How many lines in the listing below contain the string "Estimate"? Say only the number.

+++++

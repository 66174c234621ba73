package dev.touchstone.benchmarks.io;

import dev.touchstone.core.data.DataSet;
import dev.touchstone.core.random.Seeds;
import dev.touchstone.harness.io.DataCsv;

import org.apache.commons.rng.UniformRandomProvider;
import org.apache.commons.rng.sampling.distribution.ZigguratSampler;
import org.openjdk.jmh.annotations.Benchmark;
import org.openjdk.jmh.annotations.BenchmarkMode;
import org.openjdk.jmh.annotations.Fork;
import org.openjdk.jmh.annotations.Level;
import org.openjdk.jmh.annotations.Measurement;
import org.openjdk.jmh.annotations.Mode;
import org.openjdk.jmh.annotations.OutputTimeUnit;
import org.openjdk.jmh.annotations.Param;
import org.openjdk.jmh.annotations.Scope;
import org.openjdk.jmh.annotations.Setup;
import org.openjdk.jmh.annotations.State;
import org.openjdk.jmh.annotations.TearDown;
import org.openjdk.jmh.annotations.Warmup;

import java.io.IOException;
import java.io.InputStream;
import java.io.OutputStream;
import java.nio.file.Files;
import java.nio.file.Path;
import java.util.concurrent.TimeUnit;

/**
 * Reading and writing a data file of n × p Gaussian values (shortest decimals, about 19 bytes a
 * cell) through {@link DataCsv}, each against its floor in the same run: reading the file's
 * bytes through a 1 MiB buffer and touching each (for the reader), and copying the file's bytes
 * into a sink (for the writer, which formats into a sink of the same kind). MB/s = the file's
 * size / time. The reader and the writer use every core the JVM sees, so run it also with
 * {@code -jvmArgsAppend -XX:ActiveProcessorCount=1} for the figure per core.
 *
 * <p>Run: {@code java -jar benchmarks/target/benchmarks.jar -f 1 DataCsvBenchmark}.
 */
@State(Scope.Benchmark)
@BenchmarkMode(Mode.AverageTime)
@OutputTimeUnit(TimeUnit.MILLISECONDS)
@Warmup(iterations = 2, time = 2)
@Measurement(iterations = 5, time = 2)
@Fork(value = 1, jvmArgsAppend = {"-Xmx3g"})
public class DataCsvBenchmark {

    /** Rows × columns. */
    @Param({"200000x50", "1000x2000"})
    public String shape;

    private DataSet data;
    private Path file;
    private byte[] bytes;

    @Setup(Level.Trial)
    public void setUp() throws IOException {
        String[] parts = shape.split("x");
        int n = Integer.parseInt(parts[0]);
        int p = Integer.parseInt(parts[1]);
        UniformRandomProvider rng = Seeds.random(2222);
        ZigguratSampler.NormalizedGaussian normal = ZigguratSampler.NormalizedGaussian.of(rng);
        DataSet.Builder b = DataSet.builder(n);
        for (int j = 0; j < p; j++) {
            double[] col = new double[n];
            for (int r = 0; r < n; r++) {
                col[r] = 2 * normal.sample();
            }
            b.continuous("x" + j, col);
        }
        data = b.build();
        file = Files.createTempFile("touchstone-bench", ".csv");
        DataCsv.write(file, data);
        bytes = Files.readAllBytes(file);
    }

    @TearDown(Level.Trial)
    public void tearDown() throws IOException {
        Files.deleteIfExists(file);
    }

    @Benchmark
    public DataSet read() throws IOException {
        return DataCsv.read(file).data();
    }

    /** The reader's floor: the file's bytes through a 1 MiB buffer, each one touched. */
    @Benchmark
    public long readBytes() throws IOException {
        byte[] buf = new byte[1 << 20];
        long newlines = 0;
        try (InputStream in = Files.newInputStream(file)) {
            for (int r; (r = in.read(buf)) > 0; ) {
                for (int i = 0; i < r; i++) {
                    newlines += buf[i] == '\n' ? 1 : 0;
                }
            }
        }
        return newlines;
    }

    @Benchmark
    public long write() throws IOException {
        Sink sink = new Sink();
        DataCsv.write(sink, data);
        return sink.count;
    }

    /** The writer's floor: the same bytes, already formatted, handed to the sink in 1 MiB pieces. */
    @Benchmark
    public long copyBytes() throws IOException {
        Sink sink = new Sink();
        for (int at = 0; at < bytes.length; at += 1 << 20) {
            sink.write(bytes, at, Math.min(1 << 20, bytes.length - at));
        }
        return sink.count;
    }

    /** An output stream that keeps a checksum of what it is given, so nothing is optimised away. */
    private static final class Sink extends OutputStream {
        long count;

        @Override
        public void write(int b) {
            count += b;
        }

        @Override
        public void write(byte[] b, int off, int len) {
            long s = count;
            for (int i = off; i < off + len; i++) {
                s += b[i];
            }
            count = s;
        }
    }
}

+++++

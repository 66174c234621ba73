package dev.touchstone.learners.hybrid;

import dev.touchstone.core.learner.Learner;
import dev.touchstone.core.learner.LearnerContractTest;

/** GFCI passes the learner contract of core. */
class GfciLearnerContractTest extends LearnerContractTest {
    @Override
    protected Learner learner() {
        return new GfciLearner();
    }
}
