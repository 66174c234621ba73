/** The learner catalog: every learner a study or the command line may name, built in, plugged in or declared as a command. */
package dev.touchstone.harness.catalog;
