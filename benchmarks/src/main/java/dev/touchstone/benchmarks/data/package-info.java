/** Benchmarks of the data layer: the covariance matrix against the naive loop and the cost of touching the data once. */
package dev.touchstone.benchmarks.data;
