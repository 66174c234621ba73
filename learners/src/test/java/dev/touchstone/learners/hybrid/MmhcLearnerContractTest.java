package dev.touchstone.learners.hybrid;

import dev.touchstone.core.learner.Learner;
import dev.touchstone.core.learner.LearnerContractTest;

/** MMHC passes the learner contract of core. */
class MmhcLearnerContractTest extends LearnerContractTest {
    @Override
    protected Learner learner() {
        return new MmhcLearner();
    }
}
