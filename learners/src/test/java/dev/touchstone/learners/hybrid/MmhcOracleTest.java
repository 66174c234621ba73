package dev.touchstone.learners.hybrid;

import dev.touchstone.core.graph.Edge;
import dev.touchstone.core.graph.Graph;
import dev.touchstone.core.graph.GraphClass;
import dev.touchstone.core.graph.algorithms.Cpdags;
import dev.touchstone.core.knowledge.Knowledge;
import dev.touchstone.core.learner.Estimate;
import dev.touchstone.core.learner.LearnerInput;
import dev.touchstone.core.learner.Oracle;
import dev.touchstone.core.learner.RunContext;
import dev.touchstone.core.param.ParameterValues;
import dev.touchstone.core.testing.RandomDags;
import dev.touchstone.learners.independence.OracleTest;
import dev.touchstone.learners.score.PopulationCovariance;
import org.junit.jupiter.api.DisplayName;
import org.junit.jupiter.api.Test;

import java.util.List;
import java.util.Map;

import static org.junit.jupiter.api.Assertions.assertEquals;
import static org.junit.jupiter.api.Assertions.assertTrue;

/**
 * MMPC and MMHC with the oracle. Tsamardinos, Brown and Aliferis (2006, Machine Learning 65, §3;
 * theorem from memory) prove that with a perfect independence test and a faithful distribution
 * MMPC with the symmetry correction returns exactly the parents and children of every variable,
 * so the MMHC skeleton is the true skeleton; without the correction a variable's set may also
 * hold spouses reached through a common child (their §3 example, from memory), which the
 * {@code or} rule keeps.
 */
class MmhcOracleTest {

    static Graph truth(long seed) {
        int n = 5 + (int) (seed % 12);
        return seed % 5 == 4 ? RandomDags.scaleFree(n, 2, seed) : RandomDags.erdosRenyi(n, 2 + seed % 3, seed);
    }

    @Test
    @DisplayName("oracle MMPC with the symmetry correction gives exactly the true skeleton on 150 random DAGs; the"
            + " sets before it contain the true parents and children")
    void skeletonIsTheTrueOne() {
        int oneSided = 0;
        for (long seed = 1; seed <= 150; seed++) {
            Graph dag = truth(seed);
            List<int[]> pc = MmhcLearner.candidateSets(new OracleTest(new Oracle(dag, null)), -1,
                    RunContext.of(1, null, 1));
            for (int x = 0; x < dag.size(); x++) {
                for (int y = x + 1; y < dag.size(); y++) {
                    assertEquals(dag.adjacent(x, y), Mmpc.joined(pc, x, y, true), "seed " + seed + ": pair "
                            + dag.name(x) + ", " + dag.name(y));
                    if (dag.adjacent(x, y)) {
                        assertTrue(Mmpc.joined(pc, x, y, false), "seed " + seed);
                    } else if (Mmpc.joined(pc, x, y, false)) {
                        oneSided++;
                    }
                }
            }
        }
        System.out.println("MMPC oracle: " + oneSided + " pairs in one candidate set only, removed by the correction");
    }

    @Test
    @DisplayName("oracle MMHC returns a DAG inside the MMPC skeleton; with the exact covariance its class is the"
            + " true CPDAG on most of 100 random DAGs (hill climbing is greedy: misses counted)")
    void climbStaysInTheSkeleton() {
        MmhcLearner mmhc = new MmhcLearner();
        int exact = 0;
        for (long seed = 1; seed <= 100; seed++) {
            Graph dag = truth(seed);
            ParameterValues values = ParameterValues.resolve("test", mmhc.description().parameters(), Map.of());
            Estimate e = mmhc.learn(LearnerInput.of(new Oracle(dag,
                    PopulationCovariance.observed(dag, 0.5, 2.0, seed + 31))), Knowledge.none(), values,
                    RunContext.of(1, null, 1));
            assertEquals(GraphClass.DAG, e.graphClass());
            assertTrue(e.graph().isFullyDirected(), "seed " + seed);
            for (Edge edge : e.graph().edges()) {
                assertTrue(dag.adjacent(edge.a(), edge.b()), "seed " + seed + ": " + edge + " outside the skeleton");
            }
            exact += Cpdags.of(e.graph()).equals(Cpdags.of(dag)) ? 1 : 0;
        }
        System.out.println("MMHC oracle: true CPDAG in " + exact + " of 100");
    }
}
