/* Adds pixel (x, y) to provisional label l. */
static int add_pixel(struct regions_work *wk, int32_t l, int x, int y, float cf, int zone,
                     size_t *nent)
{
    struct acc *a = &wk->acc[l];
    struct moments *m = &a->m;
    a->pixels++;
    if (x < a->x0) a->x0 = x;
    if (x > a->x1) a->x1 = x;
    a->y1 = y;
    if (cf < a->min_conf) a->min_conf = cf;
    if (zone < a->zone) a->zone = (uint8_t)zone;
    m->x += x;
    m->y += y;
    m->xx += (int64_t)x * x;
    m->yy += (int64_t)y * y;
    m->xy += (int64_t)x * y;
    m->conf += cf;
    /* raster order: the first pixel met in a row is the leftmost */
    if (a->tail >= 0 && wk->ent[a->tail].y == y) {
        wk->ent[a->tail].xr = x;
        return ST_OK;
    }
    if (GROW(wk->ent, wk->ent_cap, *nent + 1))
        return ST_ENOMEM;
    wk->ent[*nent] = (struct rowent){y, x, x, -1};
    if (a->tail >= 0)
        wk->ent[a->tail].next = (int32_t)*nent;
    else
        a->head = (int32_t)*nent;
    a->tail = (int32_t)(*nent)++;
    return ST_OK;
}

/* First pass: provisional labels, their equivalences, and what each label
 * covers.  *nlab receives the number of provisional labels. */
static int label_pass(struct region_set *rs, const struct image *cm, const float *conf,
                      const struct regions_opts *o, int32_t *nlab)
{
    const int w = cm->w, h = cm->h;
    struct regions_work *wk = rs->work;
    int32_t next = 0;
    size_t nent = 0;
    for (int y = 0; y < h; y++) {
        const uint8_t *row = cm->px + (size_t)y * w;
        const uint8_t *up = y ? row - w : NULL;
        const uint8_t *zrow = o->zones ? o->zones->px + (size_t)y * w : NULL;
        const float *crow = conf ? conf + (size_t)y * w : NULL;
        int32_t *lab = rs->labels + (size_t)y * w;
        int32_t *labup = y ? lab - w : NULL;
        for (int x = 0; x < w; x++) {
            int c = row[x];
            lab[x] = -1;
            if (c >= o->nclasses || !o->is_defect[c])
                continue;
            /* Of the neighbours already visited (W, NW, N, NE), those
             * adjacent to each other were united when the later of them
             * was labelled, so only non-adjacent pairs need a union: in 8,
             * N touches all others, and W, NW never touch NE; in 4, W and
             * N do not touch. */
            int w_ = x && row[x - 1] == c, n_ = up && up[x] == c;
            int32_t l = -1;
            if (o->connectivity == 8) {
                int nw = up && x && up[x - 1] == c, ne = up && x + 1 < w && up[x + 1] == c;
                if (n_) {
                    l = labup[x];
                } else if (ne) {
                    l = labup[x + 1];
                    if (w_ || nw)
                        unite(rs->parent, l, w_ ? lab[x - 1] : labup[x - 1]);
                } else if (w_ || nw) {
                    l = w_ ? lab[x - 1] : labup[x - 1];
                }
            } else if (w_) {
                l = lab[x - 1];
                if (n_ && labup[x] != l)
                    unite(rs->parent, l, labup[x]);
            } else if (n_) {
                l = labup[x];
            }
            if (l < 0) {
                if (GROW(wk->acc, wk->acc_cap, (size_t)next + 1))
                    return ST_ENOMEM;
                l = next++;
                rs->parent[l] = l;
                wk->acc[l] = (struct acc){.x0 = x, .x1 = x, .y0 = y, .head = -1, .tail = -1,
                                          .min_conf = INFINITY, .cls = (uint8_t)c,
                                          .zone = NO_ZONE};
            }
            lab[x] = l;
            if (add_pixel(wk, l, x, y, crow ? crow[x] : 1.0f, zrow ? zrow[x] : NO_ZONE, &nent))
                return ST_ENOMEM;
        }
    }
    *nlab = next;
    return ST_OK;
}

+++++

**The answer:**
2